Obesity is primarily due to food intake in excess of the body’s
energetic requirements, intake that is not only associated with hunger but also
the incentive value of food. The 5-hydroxytryptamine 2C receptor
(5-HT2CR) is a target for the treatment of human obesity.
Mechanistically, 5-HT2CRs are positioned to influence both
homeostatic feeding circuits within the hypothalamus and reward circuits within
the ventral tegmental area (VTA). Here we investigated the role of
5-HT2CRs in incentive motivation using a mathematical model of
progressive ratio (PR) responding in mice. We found that the 5-HT2CR
agonist lorcaserin significantly reduced both ad libitum chow intake and PR
responding for chocolate pellets and increased c-fos expression in VTA
5-HT2CR expressing γ-aminobutyric acid (GABA) neurons, but
not 5-HT2CR expressing dopamine (DA) neurons. We next adopted a
chemogenetic approach using a 5-HT2CRCRE
line to clarify the function of subset of 5-HT2C receptor expressing
VTA neurons in the modulation of appetite and food motivated behavior.

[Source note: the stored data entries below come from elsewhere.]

class Section:
    """Base class. Subclasses implement :meth:`_geometry` (no checks) and set ``kind``."""

    kind = "section"
    #: Depth to the crown (pipe) or to the lower bank (surveyed section); None if open.
    full_depth = None
    #: Depth above which the flow can no longer grow (closed or bounded sections); None if open.
    capacity_depth = None
    #: (left, right) side slopes H:V for the trapezoid family, else None.
    side_slopes = None

    # -- public, checked -------------------------------------------------
    def properties(self, depth) -> Geometry:
        """Geometric elements at ``depth`` [m] above the invert."""
        y = self._check_depth(depth)
        return self._geometry(y)

    def area(self, depth):
        """Flow area A [m^2]."""
        return self.properties(depth).area

    def wetted_perimeter(self, depth):
        """Wetted perimeter P [m]."""
        return self.properties(depth).wetted_perimeter

    def top_width(self, depth):
        """Water-surface width T [m]."""
        return self.properties(depth).top_width

    def hydraulic_radius(self, depth):
        """Hydraulic radius R = A/P [m]."""
        g = self.properties(depth)
        return g.area / g.wetted_perimeter

    def hydraulic_depth(self, depth):
        """Hydraulic depth D = A/T [m] (infinite at a pipe's crown, where T = 0)."""
        g = self.properties(depth)
        if _is_scalar(g.top_width):
            return g.area / g.top_width if g.top_width > 0 else math.inf
        with np.errstate(divide="ignore"):
            return np.where(g.top_width > 0, g.area / g.top_width, np.inf)

    def first_moment(self, depth):
        """First moment of the flow area about the water surface, A times the depth of its centroid [m^3].

        It is the pressure term of the specific force (momentum function) M = Q^2 / (g A) + A y_bar
        that a hydraulic jump conserves (see :mod:`hydraulics.water_surface`). For any section it equals the integral of
        A(eta) from the invert to ``depth`` [m], since d(A y_bar)/dy = A; each shape gives it in
        closed form (the surveyed section by Simpson's rule between its break points, exact there
        because A is quadratic between them).
        """
        y = self._check_depth(depth)
        return self._first_moment(y)

    def centroid_depth(self, depth):
        """Depth of the centroid of the flow area below the water surface, y_bar [m]."""
        y = self._check_depth(depth)
        return self._first_moment(y) / self._geometry(y).area

    def _check_depth(self, depth):
        y = validate.positive("depth", depth)
        if self.full_depth is not None:
            over = np.asarray(y) > self.full_depth * (1 + 1e-12)
            if over.any():
                raise InputError("depth", f"must be <= the section's full depth {np.max(self.full_depth):g} m, "
                                          f"got {np.max(np.broadcast_to(y, over.shape)[over]):g} m")
        return y

    # -- for subclasses and solvers --------------------------------------
    def _geometry(self, y) -> Geometry:  # pragma: no cover - abstract
        raise NotImplementedError

    def _first_moment(self, y):  # pragma: no cover - abstract
        raise NotImplementedError

    def _depth_guess(self, log_k):
        """A starting depth [m] for ln(A R^(2/3)) = log_k (= ln(Q n / sqrt(S)))."""
        raise NotImplementedError  # pragma: no cover - abstract

    def _depth_start(self, log_k):
        """A start for ln(A R^(2/3)) = log_k (an array) with a constant n, where the root is unique: a closer
        one than :meth:`_depth_guess` where the section has it (a depth-dependent n keeps that guess, from which
        the solver's steps choose among several roots)."""
        return self._depth_guess(log_k)

    @property
    def is_vector(self) -> bool:
        """True when any dimension of the section is an array."""
        return any(isinstance(v, np.ndarray) for v in self.to_dict().values())

    def take(self, index) -> "Section":
        """The section of the elements ``index`` of its 1-D array dimensions (a dimension that is one number
        stays as it is)."""
        dims = self.to_dict()
        kind = dims.pop("shape")
        if any(isinstance(v, np.ndarray) and v.ndim != 1 for v in dims.values()):
            raise InputError("section", f"only a {kind} with 1-D array dimensions can be taken apart")
        return type(self)(**{k: v[index] if isinstance(v, np.ndarray) else v for k, v in dims.items()})

    def to_dict(self) -> dict:  # pragma: no cover - abstract
        raise NotImplementedError

    def outline(self, depth: float):
        """Boundary points (x, z) [m] up to ``depth`` above the invert, invert at z = 0."""
        raise NotImplementedError  # pragma: no cover - abstract

    def __repr__(self):
        args = ", ".join(f"{k}={v!r}" for k, v in self.to_dict().items() if k != "shape")
        return f"{type(self).__name__}({args})"


def _slopes(side_slope, left_slope, right_slope, *, required: bool = True):
    """Resolve ``side_slope`` or the ``left_slope``/``right_slope`` pair."""
    if side_slope is not None and (left_slope is not None or right_slope is not None):
        raise InputError("side_slope", "give either side_slope or left_slope and right_slope, not both")
    if side_slope is not None:
        z = validate.non_negative("side_slope", side_slope)
        return z, z
    if left_slope is None and right_slope is None:
        if required:
            raise InputError("side_slope", "is missing (H:V, a number >= 0)")
        return 0.0, 0.0
    if left_slope is None or right_slope is None:
        missing = "left_slope" if left_slope is None else "right_slope"
        raise InputError(missing, "is missing; give both left_slope and right_slope (H:V, >= 0)")
    return validate.non_negative("left_slope", left_slope), validate.non_negative("right_slope", right_slope)


class Trapezoid(Section):
    """Trapezoid with bottom width b and side slopes z1 (left), z2 (right), H:V.

    A = (b + (z1 + z2) y / 2) y,  P = b + y (sqrt(1 + z1^2) + sqrt(1 + z2^2)),
    T = b + (z1 + z2) y  (Chow 1959, Table 2-1).
    """

    kind = "trapezoid"

    def __init__(self, bottom_width=None, side_slope=None, *, left_slope=None, right_slope=None):
        if bottom_width is None:
            raise InputError("bottom_width", "is missing (a number >= 0 m)")
        self.bottom_width = validate.non_negative("bottom_width", bottom_width)
        self.left_slope, self.right_slope = _slopes(side_slope, left_slope, right_slope)
        degenerate = (np.asarray(self.bottom_width) == 0) & (np.asarray(self.left_slope) + np.asarray(self.right_slope) == 0)
        if degenerate.any():
            raise InputError("bottom_width", "must be > 0 when both side slopes are 0 (the section has no width)")
        self._init_constants()

    def _init_constants(self):
        z1, z2 = self.left_slope, self.right_slope
        if _is_scalar(z1, z2):
            self._zsum = z1 + z2
            self._psum = math.sqrt(1 + z1 * z1) + math.sqrt(1 + z2 * z2)
        else:
            self._zsum = np.add(z1, z2)
            self._psum = np.sqrt(1 + np.square(z1)) + np.sqrt(1 + np.square(z2))

    @property
    def side_slopes(self):
        return (self.left_slope, self.right_slope)

    def _geometry(self, y):
        b, zs, ps = self.bottom_width, self._zsum, self._psum
        if _is_scalar(y, b, zs):
            top = b + zs * y
            return Geometry(area=(b + 0.5 * zs * y) * y, wetted_perimeter=b + ps * y, top_width=top, dP_dy=ps,
                            dT_dy=zs)
        # Arrays: A = (b + T) y / 2, each array made once and updated in place (the hot loop of large batches).
        top = zs * y
        top += b
        area = top + b
        area *= 0.5
        area *= y
        perimeter = ps * y
        perimeter += b
        # The derivatives are constants here; they broadcast against the depth arrays.
        return Geometry(area=area, wetted_perimeter=perimeter, top_width=top, dP_dy=ps, dT_dy=zs)

    def _first_moment(self, y):
        # Bottom rectangle b y (centroid y/2 down) and the two side triangles z y^2 / 2 (centroid y/3 down).
        return (0.5 * self.bottom_width + self._zsum * y / 6) * y * y

    def _depth_guess(self, log_k):
        # The smaller of the wide-rectangle (A = b y, R = y) and triangle estimates, from ln(Q n / sqrt S).
        b, zs, ps = self.bottom_width, self._zsum, self._psum
        if _is_scalar(b, zs, log_k):
            wide = math.exp(0.6 * (log_k - math.log(b))) if b > 0 else math.inf
            # ln(0.5) + ln(zs), not ln(0.5 zs), which underflows for the smallest positive zs.
            tri = math.exp(min(700.0, 0.375 * (log_k + 2 / 3 * math.log(ps)) - 0.625 * (math.log(zs) - math.log(2.0)))) \
                if zs > 0 else math.inf
            return min(wide, tri)
        with np.errstate(divide="ignore", over="ignore"):
            wide = np.multiply(log_k, 0.6)
            wide -= 0.6 * np.log(b)
            tri = np.multiply(log_k, 0.375)
            tri += 0.25 * np.log(ps) - 0.625 * (np.log(zs) - math.log(2.0))
            return np.minimum(np.exp(wide), np.exp(tri))

    def _depth_start(self, log_k):
        # One section for many flows: y/b read off a table of the section's own conveyance (see _TrapezoidTable).
        b, zs, ps = self.bottom_width, self._zsum, self._psum
        if not _is_scalar(b, zs) or not b > 0:
            return self._depth_guess(log_k)
        return b * _trapezoid_table(0.5 * zs, ps).depth_ratio(log_k - 8 / 3 * math.log(b))

    def _critical_guess(self, flow):
        # The smaller of the rectangle (q^2/g)^(1/3) and triangle (2 Q^2 / (g zm^2))^(1/5) depths.
        b, zm = self.bottom_width, 0.5 * self._zsum
        # A nearly vertical V (zm ~ 1e-160) overflows to an infinite triangle estimate: the other one is used.
        with np.errstate(divide="ignore", over="ignore"):
            rect = np.where(np.asarray(b) > 0, (flow * flow / (G * np.square(b))) ** (1 / 3), np.inf)
            tri = np.where(np.asarray(zm) > 0, (2 * flow * flow / (G * np.square(zm))) ** 0.2, np.inf)
        guess = np.minimum(rect, tri)
        return float(guess) if guess.ndim == 0 else guess

    def to_dict(self):
        return {"shape": self.kind, "bottom_width": self.bottom_width,
                "left_slope": self.left_slope, "right_slope": self.right_slope}

    def outline(self, depth):
        b, z1, z2 = (float(v) for v in (self.bottom_width, self.left_slope, self.right_slope))
        x = np.array([-b / 2 - z1 * depth, -b / 2, b / 2, b / 2 + z2 * depth])
        return x, np.array([depth, 0.0, 0.0, depth])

Activation of VTA 5-HT2C receptor expressing neurons significantly
reduced ad libitum chow intake, operant responding for chocolate pellets and the
incentive value of food. In contrast, chemogenetic inhibition of VTA
5-HT2C receptor expressing neurons had no effect on feeding
behavior. These results indicate that activation of the subpopulation of
5-HT2CR neurons within the VTA is sufficient to significantly
reduce homeostatic feeding and effort-based intake of palatable food, and that
this subset plays an inhibitory role in motivational processes. These findings
are relevant to the treatment of obesity.